大人だけではなく、子供の「おねしょ」に対してデスモプレシンを用いた研究もあり、それによると子供の「おねしょ」の頻度も減少させたという[7][8]。ただし、例えば女児で尿道が膣の側に裂けている場合などのように、尿路の異常が原因で「おねしょ」が起きている可能性も考えられ、その場合には外科的な治療の対象である。
止血管理に関して
血友病
デスモプレシンは、血友病Aで不足する血液凝固因子VIIIの分泌を促進する作用を有する。このため、血液凝固因子VIIIを完全に欠失した患者ではなく、通常よりも少ないだけの患者に対して、デスモプレシンを投与する事により、充分な血液凝固因子VIIIの分泌を促して、止血管理を行う。したがって、血友病でデスモプレシンを使えるのは、中等度までの血友病A患者までに限られる[1][注釈 1]。なお、デスモプレシンで止血管理を行う事を、ハッキリと推奨できるのは、軽度の血友病Aの患者である[1]。
ヴォン・ヴィレブランド病
デスモプレシンは、ヴォン・ヴィレブランド病で不足するヴォン・ヴィレブランド因子の分泌を促進する作用も有する。この作用を使用して、ヴォン・ヴィレブランド因子の分泌を促進する事を狙ってデスモプレシンを投与し、止血に必要な因子を充分に確保する。
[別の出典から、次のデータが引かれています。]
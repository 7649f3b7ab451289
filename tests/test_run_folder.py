"""The folder of a run: whose results it may replace, and what a run that fails or is stopped leaves behind."""

import os
import re
import shutil
import signal
import subprocess
import sys
from pathlib import Path

import pytest
from click.testing import CliRunner

from hedgesim.cli import main
from hedgesim.experiment.folder import replaced_at_once

EXPERIMENT = """\
title: One call
market: {underlyings: {CORVANE: {spot: 100, mark_vol: 22%}}}
book:
  - {type: call, strike: 105, expiry: 21d, quantity: -500}
paths: {source: gbm, realised_vol: 19%, looks_per_day: 4, count: 1000}
schedules: [{every: 1d}, {every: 7d}]
"""
# A test runner in the background may hand on Ctrl-C as ignored.
PROCESS = (
    "import signal; signal.signal(signal.SIGINT, signal.default_int_handler)\n"
    "from hedgesim.cli import main; main(prog_name='hedgesim')"
)


def run(*arguments: str):
    return CliRunner().invoke(main, ["run", "x.yaml", "--quiet", *arguments])


def contents(folder: Path) -> dict[str, bytes | None]:
    """Every file and folder below, hidden ones included, with the bytes of the files."""
    return {
        str(path.relative_to(folder)): path.read_bytes() if path.is_file() else None
        for path in sorted(folder.rglob("*"))
    }


@pytest.fixture(scope="module")
def finished(tmp_path_factory) -> Path:
    folder = tmp_path_factory.mktemp("finished")
    (folder / "x.yaml").write_text(EXPERIMENT)
    done = CliRunner().invoke(main, ["run", str(folder / "x.yaml"), "--quiet", "--out", str(folder / "o")])
    assert (done.exit_code, done.stderr) == (0, "")
    return folder / "o"


@pytest.fixture(autouse=True)
def here(tmp_path, monkeypatch) -> Path:
    monkeypatch.chdir(tmp_path)
    Path("x.yaml").write_text(EXPERIMENT)
    return tmp_path


@pytest.fixture
def results(here, finished) -> Path:
    shutil.copytree(finished, here / "reports" / "x")
    return Path("reports/x")


def test_results_of_another_experiment_are_refused(results, here):
    before = contents(here)
    done = run("--set", "paths.seed=2")
    assert done.exit_code == 2
    assert done.stdout == ""
    assert re.fullmatch(
        r"reports/x: holds the results of another experiment \('One call', [0-9a-f]{12}\) - "
        r"add --overwrite to replace them, or name another folder with --out\n",
        done.stderr,
    )
    assert contents(here) == before


def test_results_of_another_experiment_are_replaced_on_request(results, here):
    before = contents(results)
    done = run("--set", "paths.seed=2", "--overwrite")
    assert (done.exit_code, done.stdout, done.stderr) == (0, "reports/x\n", "")
    after = contents(results)
    assert set(after) == set(before)
    assert after["schedules.csv"] != before["schedules.csv"]
    assert sorted(path.name for path in (here / "reports").iterdir()) == ["x"]


def test_results_of_the_same_experiment_are_replaced_without_asking(results, here):
    (results / "report.pdf").write_bytes(b"spoilt")
    done = run("--ledger")
    assert (done.exit_code, done.stderr) == (0, "")
    assert (results / "report.pdf").read_bytes().startswith(b"%PDF-")
    assert {path.name for path in results.glob("ledger.*")} < {"ledger.npz", "ledger.parquet"}
    # The ledger of an earlier run does not outlive it.
    assert run().exit_code == 0
    assert not list(results.glob("ledger.*"))
    assert sorted(path.name for path in (here / "reports").iterdir()) == ["x"]


@pytest.mark.parametrize("content", ["not ours", '{"hashes": {}}', '{"hashes": []}', "[1]"])
@pytest.mark.parametrize("overwrite", [(), ("--overwrite",)])
def test_a_folder_with_other_files_is_refused_in_any_case(here, content, overwrite):
    Path("o").mkdir()
    Path("o/findings.json").write_text(content)
    before = contents(here)
    done = run("--out", "o", *overwrite)
    assert done.exit_code == 2
    assert done.stderr == "o: holds files that are not results of a run - name another with --out\n"
    assert contents(here) == before


@pytest.mark.parametrize("overwrite", [(), ("--overwrite",)])
def test_a_file_put_among_results_is_never_lost(results, here, overwrite):
    (results / "notes from the meeting.txt").write_text("run it daily")
    before = contents(here)
    done = run(*overwrite)
    assert done.exit_code == 2
    assert done.stderr == (
        "reports/x: holds 'notes from the meeting.txt', which no run wrote and would be lost - "
        "move it, or name another with --out\n"
    )
    assert contents(here) == before


def test_a_file_in_the_way_is_refused(here):
    Path("o").write_text("a file")
    done = run("--out", "o", "--overwrite")
    assert (done.exit_code, done.stderr) == (2, "o: is not a folder - name another with --out\n")
    assert Path("o").read_text() == "a file"


def test_an_empty_folder_is_used():
    Path("o").mkdir()
    assert run("--out", "o").exit_code == 0
    assert Path("o/schedules.csv").is_file()


def test_a_place_that_cannot_be_written_fails_before_the_work(here):
    before = contents(here)
    # A count whose run would not end within the test: it must not start.
    done = run("--out", "x.yaml/deep/o", "--set", "paths.count=9999999999")
    assert done.exit_code == 1
    assert done.stderr == f"x.yaml/deep/o: cannot be written ({here / 'x.yaml'} is not a folder)\n"
    assert contents(here) == before


@pytest.mark.skipif(os.geteuid() == 0, reason="root may write anywhere")
def test_a_parent_without_permission_fails_before_the_work(here):
    Path("locked").mkdir(mode=0o555)
    done = run("--out", "locked/o", "--set", "paths.count=9999999999")
    assert done.exit_code == 1
    assert done.stderr == f"locked/o: cannot be written ({here / 'locked'} may not be written to)\n"


@pytest.mark.parametrize(
    ("raised", "told"), [(RuntimeError("torn"), ""), (OSError(28, "No space left on device"), None)]
)
def test_a_report_that_fails_leaves_nothing(here, monkeypatch, raised, told):
    def fail(*arguments, **options):
        raise raised

    monkeypatch.setattr("hedgesim.report.pack.write_report", fail)
    before = contents(here)
    done = run("--out", "new/deep/o")
    assert done.exit_code == 1
    assert contents(here) == before
    assert done.stderr == ("new/deep/o: cannot be written (no space left on device)\n" if told is None else told)


def test_a_report_that_fails_leaves_the_old_results(results, here, monkeypatch):
    def fail(*arguments, **options):
        raise RuntimeError("torn")

    monkeypatch.setattr("hedgesim.report.pack.write_report", fail)
    before = contents(here)
    assert run("--set", "paths.seed=2", "--overwrite").exit_code == 1
    assert contents(here) == before


@pytest.mark.parametrize("interrupted", [1, 2])
def test_an_interruption_of_the_exchange_leaves_the_old_results(results, monkeypatch, interrupted):
    """The first renaming sets the old folder aside, the second puts the new one in its place."""
    before, rename, done = contents(results), Path.rename, []

    def stopped(self, target):
        done.append(target)
        if len(done) == interrupted:
            raise KeyboardInterrupt
        return rename(self, target)

    monkeypatch.setattr(Path, "rename", stopped)
    with pytest.raises(KeyboardInterrupt), replaced_at_once(results) as fresh:
        (fresh / "findings.json").write_text("{}")
    assert contents(results) == before
    assert sorted(path.name for path in results.parent.iterdir()) == ["x"]


@pytest.mark.parametrize("sent", [signal.SIGINT, signal.SIGTERM])
def test_a_run_stopped_amid_its_paths_leaves_nothing(here, sent):
    before = contents(here)
    # More paths than any machine runs within the test; the first line of progress says that they have begun.
    command = [sys.executable, "-c", PROCESS, "run", "x.yaml", "--set", "paths.count=20000000"]
    with subprocess.Popen(command, stdout=subprocess.PIPE, stderr=subprocess.PIPE, text=True) as process:
        first = process.stderr.readline()
        if first.startswith("compiling"):
            first = process.stderr.readline()
        process.send_signal(sent)
        out, rest = process.communicate(timeout=60)
    assert first.startswith("paths: 10 %")
    assert process.returncode == 1
    assert out == ""
    assert rest.splitlines()[-1] == "stopped, nothing written"
    assert contents(here) == before


@pytest.mark.parametrize("sent", [signal.SIGINT, signal.SIGTERM])
def test_a_run_stopped_while_writing_leaves_the_old_results(results, here, sent):
    before = contents(here)
    slow = (
        "import time, hedgesim.report.pack as pack\n"
        "def write_report(*arguments, **options):\n"
        "    print('writing', flush=True)\n"
        "    time.sleep(600)\n"
        "pack.write_report = write_report\n"
    )
    command = [sys.executable, "-c", slow + PROCESS, "run", "x.yaml", "--quiet", "--overwrite"]
    with subprocess.Popen(command, stdout=subprocess.PIPE, stderr=subprocess.PIPE, text=True) as process:
        assert process.stdout.readline() == "writing\n"
        # The tables are there already, in a folder of another name.
        assert len(list((here / "reports").glob(".x.*/schedules.csv"))) == 1
        process.send_signal(sent)
        out, told = process.communicate(timeout=60)
    assert (process.returncode, out, told) == (1, "", "stopped, nothing written\n")
    assert contents(here) == before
軽度と中等度のヴォン・ヴィレブランド病のタイプ1に対しては、デスモプレシンを第1選択薬として用いる[1]。また、ヴォン・ヴィレブランド病のタイプ2A・タイプ2M・タイプ2Nに対しても、デスモプレシンは有用とされる[1]。しかし、ヴォン・ヴィレブランド病のタイプ2Bに、通常はデスモプレシンは推奨されない[1]。これに加えて、ヴォン・ヴィレブランド病のタイプ3に対しても、デスモプレシンは推奨されない[1]。
尿毒症
デスモプレシンの様々な薬理作用を総合的に利用して、尿毒症が原因で発生した出血傾向に伴う出血に対して、2016年現在、アメリカ合衆国では使用し得る薬として、デスモプレシンが挙げられている[1][注釈 2]。
副作用
その薬理作用から明らかなように、不適切にデスモプレシンを用いると、水中毒に陥り、最悪の場合には死亡する[3]。当然ながら、何らかの理由で水分摂取量を増やした場合などには、水中毒(低ナトリウム血症)の副作用は発生し易くなる。したがって、水分摂取量や食塩摂取量などに、気を付ける必要がある。
また、予期できない副作用として、アレルギー反応が起こる場合もある。
副作用に関連した研究
薬物動態
デスモプレシンは、静脈注射によって直接全身へ投与する方法、鼻の粘膜へのスプレイする事によって鼻粘膜から吸収させて全身へ投与する方法、舌下錠を用いて舌下粘膜から吸収させて全身へ投与する方法が可能である[1]。また、効率が落ちるため、投与量を増やす必要があるものの、内服薬として経口投与して消化管から吸収させて全身へ投与する方法も可能である[1]。参考までに、経口投与した場合のバイオアベイラビリティは、0.08パーセントから0.16パーセントに過ぎない。
体内に入ったデスモプレシンのタンパク結合率は、約5割である。デスモプレシンの排泄は主に腎臓から尿中へと行われ、その半減期は、腎機能が充分であれば、1.5時間から2.5時間程度である。
このようにデスモプレシンは腎排泄型なので、腎機能が低下した患者には使うべきではない[1]。